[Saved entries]
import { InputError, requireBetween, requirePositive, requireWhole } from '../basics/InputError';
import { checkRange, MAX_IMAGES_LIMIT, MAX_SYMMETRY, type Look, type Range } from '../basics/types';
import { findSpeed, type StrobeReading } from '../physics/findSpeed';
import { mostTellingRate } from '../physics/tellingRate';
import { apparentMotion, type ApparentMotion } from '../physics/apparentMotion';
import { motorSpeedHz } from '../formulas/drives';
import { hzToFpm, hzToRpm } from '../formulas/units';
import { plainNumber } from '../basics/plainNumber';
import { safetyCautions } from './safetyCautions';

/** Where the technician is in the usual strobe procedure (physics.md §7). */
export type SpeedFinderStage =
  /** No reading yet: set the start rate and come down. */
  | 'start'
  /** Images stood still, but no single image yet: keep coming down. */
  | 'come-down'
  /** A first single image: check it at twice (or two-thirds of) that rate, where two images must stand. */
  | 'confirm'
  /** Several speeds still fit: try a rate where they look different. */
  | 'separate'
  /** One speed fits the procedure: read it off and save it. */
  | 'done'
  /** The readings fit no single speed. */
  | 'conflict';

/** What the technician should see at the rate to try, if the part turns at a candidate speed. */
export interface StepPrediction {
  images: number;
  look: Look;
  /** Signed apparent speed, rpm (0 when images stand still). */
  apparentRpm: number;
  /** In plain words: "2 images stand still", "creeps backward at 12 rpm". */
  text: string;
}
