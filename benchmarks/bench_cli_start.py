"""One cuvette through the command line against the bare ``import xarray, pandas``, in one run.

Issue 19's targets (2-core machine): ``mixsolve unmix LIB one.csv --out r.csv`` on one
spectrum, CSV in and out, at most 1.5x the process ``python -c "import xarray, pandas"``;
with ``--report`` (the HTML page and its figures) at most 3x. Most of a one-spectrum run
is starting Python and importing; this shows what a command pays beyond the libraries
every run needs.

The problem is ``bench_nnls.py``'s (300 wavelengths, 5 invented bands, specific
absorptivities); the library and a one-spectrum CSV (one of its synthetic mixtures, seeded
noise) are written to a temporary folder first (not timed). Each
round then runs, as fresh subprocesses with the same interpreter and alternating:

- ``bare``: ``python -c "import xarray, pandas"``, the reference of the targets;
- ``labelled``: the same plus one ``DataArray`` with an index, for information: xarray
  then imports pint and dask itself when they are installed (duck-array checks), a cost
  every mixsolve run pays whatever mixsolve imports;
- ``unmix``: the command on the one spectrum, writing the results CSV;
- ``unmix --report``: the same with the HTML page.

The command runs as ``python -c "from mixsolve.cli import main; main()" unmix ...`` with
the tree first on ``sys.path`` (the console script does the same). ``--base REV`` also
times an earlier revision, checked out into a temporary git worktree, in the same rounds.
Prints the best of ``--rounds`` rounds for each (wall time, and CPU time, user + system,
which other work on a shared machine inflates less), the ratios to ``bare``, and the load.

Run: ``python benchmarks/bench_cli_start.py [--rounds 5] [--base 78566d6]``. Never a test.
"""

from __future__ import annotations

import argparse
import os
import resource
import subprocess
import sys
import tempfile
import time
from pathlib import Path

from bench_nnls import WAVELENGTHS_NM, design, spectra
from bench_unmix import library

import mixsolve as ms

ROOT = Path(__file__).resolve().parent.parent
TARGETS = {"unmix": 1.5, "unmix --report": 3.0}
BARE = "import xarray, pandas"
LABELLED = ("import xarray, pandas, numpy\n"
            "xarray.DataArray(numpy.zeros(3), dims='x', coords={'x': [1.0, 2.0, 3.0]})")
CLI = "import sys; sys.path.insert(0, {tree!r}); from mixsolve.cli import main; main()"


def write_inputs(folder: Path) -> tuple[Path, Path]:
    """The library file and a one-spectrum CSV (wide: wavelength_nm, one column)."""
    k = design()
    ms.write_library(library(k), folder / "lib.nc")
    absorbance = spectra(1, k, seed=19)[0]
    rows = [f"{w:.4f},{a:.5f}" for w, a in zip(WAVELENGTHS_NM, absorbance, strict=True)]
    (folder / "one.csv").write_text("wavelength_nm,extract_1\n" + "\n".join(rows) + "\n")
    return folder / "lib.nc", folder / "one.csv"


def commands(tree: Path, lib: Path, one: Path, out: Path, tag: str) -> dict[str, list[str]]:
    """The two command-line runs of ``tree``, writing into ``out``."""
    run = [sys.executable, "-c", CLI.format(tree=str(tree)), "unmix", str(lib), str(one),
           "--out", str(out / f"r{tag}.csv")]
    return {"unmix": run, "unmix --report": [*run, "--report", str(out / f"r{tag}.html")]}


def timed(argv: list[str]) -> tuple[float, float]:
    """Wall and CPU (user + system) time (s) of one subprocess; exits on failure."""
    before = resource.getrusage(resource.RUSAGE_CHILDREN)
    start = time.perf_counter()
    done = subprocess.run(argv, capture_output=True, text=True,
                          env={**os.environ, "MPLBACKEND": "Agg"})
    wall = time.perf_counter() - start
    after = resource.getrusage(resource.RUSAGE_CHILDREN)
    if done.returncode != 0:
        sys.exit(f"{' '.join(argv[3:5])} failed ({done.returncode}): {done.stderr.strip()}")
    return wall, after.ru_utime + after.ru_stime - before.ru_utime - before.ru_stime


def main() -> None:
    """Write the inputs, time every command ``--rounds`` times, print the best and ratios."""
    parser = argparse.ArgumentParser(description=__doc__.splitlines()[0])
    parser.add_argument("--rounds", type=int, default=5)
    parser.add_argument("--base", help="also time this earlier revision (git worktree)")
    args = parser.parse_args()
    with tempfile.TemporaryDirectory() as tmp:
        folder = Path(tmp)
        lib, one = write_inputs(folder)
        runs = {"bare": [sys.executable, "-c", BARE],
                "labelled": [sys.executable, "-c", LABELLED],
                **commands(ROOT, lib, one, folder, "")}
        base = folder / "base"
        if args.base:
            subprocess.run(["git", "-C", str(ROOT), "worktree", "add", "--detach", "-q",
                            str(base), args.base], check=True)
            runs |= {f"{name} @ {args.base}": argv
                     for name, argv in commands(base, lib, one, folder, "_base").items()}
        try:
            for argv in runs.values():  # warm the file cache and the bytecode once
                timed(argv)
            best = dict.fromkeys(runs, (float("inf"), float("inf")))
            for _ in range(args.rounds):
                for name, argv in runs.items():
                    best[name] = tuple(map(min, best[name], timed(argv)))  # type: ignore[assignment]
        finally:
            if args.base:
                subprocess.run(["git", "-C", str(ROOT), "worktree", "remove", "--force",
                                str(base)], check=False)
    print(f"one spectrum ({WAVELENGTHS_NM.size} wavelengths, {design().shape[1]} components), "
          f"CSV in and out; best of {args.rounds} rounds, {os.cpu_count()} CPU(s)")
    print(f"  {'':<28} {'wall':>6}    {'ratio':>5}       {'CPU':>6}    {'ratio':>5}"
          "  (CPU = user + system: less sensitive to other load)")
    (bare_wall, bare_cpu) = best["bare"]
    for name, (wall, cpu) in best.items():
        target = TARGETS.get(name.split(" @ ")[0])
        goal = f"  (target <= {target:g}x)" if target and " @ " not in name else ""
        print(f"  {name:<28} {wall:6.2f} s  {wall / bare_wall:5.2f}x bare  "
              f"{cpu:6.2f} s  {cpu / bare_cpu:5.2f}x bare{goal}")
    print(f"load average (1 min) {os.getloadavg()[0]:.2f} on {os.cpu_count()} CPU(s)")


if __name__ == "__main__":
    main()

PROBLEM STATEMENT: Your answer should be the records above, set down exactly.

OUTPUT BELOW:
import { InputError, requireBetween, requirePositive, requireWhole } from '../basics/InputError';
import { checkRange, MAX_IMAGES_LIMIT, MAX_SYMMETRY, type Look, type Range } from '../basics/types';
import { findSpeed, type StrobeReading } from '../physics/findSpeed';
import { mostTellingRate } from '../physics/tellingRate';
import { apparentMotion, type ApparentMotion } from '../physics/apparentMotion';
import { motorSpeedHz } from '../formulas/drives';
import { hzToFpm, hzToRpm } from '../formulas/units';
import { plainNumber } from '../basics/plainNumber';
import { safetyCautions } from './safetyCautions';

/** Where the technician is in the usual strobe procedure (physics.md §7). */
export type SpeedFinderStage =
  /** No reading yet: set the start rate and come down. */
  | 'start'
  /** Images stood still, but no single image yet: keep coming down. */
  | 'come-down'
  /** A first single image: check it at twice (or two-thirds of) that rate, where two images must stand. */
  | 'confirm'
  /** Several speeds still fit: try a rate where they look different. */
  | 'separate'
  /** One speed fits the procedure: read it off and save it. */
  | 'done'
  /** The readings fit no single speed. */
  | 'conflict';

/** What the technician should see at the rate to try, if the part turns at a candidate speed. */
export interface StepPrediction {
  images: number;
  look: Look;
  /** Signed apparent speed, rpm (0 when images stand still). */
  apparentRpm: number;
  /** In plain words: "2 images stand still", "creeps backward at 12 rpm". */
  text: string;
}
filename benchmarks/bench_cli_start.py
"""One cuvette through the command line against the bare ``import xarray, pandas``, in one run.

Issue 19's targets (2-core machine): ``mixsolve unmix LIB one.csv --out r.csv`` on one
spectrum, CSV in and out, at most 1.5x the process ``python -c "import xarray, pandas"``;
with ``--report`` (the HTML page and its figures) at most 3x. Most of a one-spectrum run
is starting Python and importing; this shows what a command pays beyond the libraries
every run needs.

The problem is ``bench_nnls.py``'s (300 wavelengths, 5 invented bands, specific
absorptivities); the library and a one-spectrum CSV (one of its synthetic mixtures, seeded
noise) are written to a temporary folder first (not timed). Each
round then runs, as fresh subprocesses with the same interpreter and alternating:

- ``bare``: ``python -c "import xarray, pandas"``, the reference of the targets;
- ``labelled``: the same plus one ``DataArray`` with an index, for information: xarray
  then imports pint and dask itself when they are installed (duck-array checks), a cost
  every mixsolve run pays whatever mixsolve imports;
- ``unmix``: the command on the one spectrum, writing the results CSV;
- ``unmix --report``: the same with the HTML page.

The command runs as ``python -c "from mixsolve.cli import main; main()" unmix ...`` with
the tree first on ``sys.path`` (the console script does the same). ``--base REV`` also
times an earlier revision, checked out into a temporary git worktree, in the same rounds.
Prints the best of ``--rounds`` rounds for each (wall time, and CPU time, user + system,
which other work on a shared machine inflates less), the ratios to ``bare``, and the load.

Run: ``python benchmarks/bench_cli_start.py [--rounds 5] [--base 78566d6]``. Never a test.
"""

from __future__ import annotations

import argparse
import os
import resource
import subprocess
import sys
import tempfile
import time
from pathlib import Path

from bench_nnls import WAVELENGTHS_NM, design, spectra
from bench_unmix import library

import mixsolve as ms

ROOT = Path(__file__).resolve().parent.parent
TARGETS = {"unmix": 1.5, "unmix --report": 3.0}
BARE = "import xarray, pandas"
LABELLED = ("import xarray, pandas, numpy\n"
            "xarray.DataArray(numpy.zeros(3), dims='x', coords={'x': [1.0, 2.0, 3.0]})")
CLI = "import sys; sys.path.insert(0, {tree!r}); from mixsolve.cli import main; main()"


def write_inputs(folder: Path) -> tuple[Path, Path]:
    """The library file and a one-spectrum CSV (wide: wavelength_nm, one column)."""
    k = design()
    ms.write_library(library(k), folder / "lib.nc")
    absorbance = spectra(1, k, seed=19)[0]
    rows = [f"{w:.4f},{a:.5f}" for w, a in zip(WAVELENGTHS_NM, absorbance, strict=True)]
    (folder / "one.csv").write_text("wavelength_nm,extract_1\n" + "\n".join(rows) + "\n")
    return folder / "lib.nc", folder / "one.csv"


def commands(tree: Path, lib: Path, one: Path, out: Path, tag: str) -> dict[str, list[str]]:
    """The two command-line runs of ``tree``, writing into ``out``."""
    run = [sys.executable, "-c", CLI.format(tree=str(tree)), "unmix", str(lib), str(one),
           "--out", str(out / f"r{tag}.csv")]
    return {"unmix": run, "unmix --report": [*run, "--report", str(out / f"r{tag}.html")]}


def timed(argv: list[str]) -> tuple[float, float]:
    """Wall and CPU (user + system) time (s) of one subprocess; exits on failure."""
    before = resource.getrusage(resource.RUSAGE_CHILDREN)
    start = time.perf_counter()
    done = subprocess.run(argv, capture_output=True, text=True,
                          env={**os.environ, "MPLBACKEND": "Agg"})
    wall = time.perf_counter() - start
    after = resource.getrusage(resource.RUSAGE_CHILDREN)
    if done.returncode != 0:
        sys.exit(f"{' '.join(argv[3:5])} failed ({done.returncode}): {done.stderr.strip()}")
    return wall, after.ru_utime + after.ru_stime - before.ru_utime - before.ru_stime


def main() -> None:
    """Write the inputs, time every command ``--rounds`` times, print the best and ratios."""
    parser = argparse.ArgumentParser(description=__doc__.splitlines()[0])
    parser.add_argument("--rounds", type=int, default=5)
    parser.add_argument("--base", help="also time this earlier revision (git worktree)")
    args = parser.parse_args()
    with tempfile.TemporaryDirectory() as tmp:
        folder = Path(tmp)
        lib, one = write_inputs(folder)
        runs = {"bare": [sys.executable, "-c", BARE],
                "labelled": [sys.executable, "-c", LABELLED],
                **commands(ROOT, lib, one, folder, "")}
        base = folder / "base"
        if args.base:
            subprocess.run(["git", "-C", str(ROOT), "worktree", "add", "--detach", "-q",
                            str(base), args.base], check=True)
            runs |= {f"{name} @ {args.base}": argv
                     for name, argv in commands(base, lib, one, folder, "_base").items()}
        try:
            for argv in runs.values():  # warm the file cache and the bytecode once
                timed(argv)
            best = dict.fromkeys(runs, (float("inf"), float("inf")))
            for _ in range(args.rounds):
                for name, argv in runs.items():
                    best[name] = tuple(map(min, best[name], timed(argv)))  # type: ignore[assignment]
        finally:
            if args.base:
                subprocess.run(["git", "-C", str(ROOT), "worktree", "remove", "--force",
                                str(base)], check=False)
    print(f"one spectrum ({WAVELENGTHS_NM.size} wavelengths, {design().shape[1]} components), "
          f"CSV in and out; best of {args.rounds} rounds, {os.cpu_count()} CPU(s)")
    print(f"  {'':<28} {'wall':>6}    {'ratio':>5}       {'CPU':>6}    {'ratio':>5}"
          "  (CPU = user + system: less sensitive to other load)")
    (bare_wall, bare_cpu) = best["bare"]
    for name, (wall, cpu) in best.items():
        target = TARGETS.get(name.split(" @ ")[0])
        goal = f"  (target <= {target:g}x)" if target and " @ " not in name else ""
        print(f"  {name:<28} {wall:6.2f} s  {wall / bare_wall:5.2f}x bare  "
              f"{cpu:6.2f} s  {cpu / bare_cpu:5.2f}x bare{goal}")
    print(f"load average (1 min) {os.getloadavg()[0]:.2f} on {os.cpu_count()} CPU(s)")


if __name__ == "__main__":
    main()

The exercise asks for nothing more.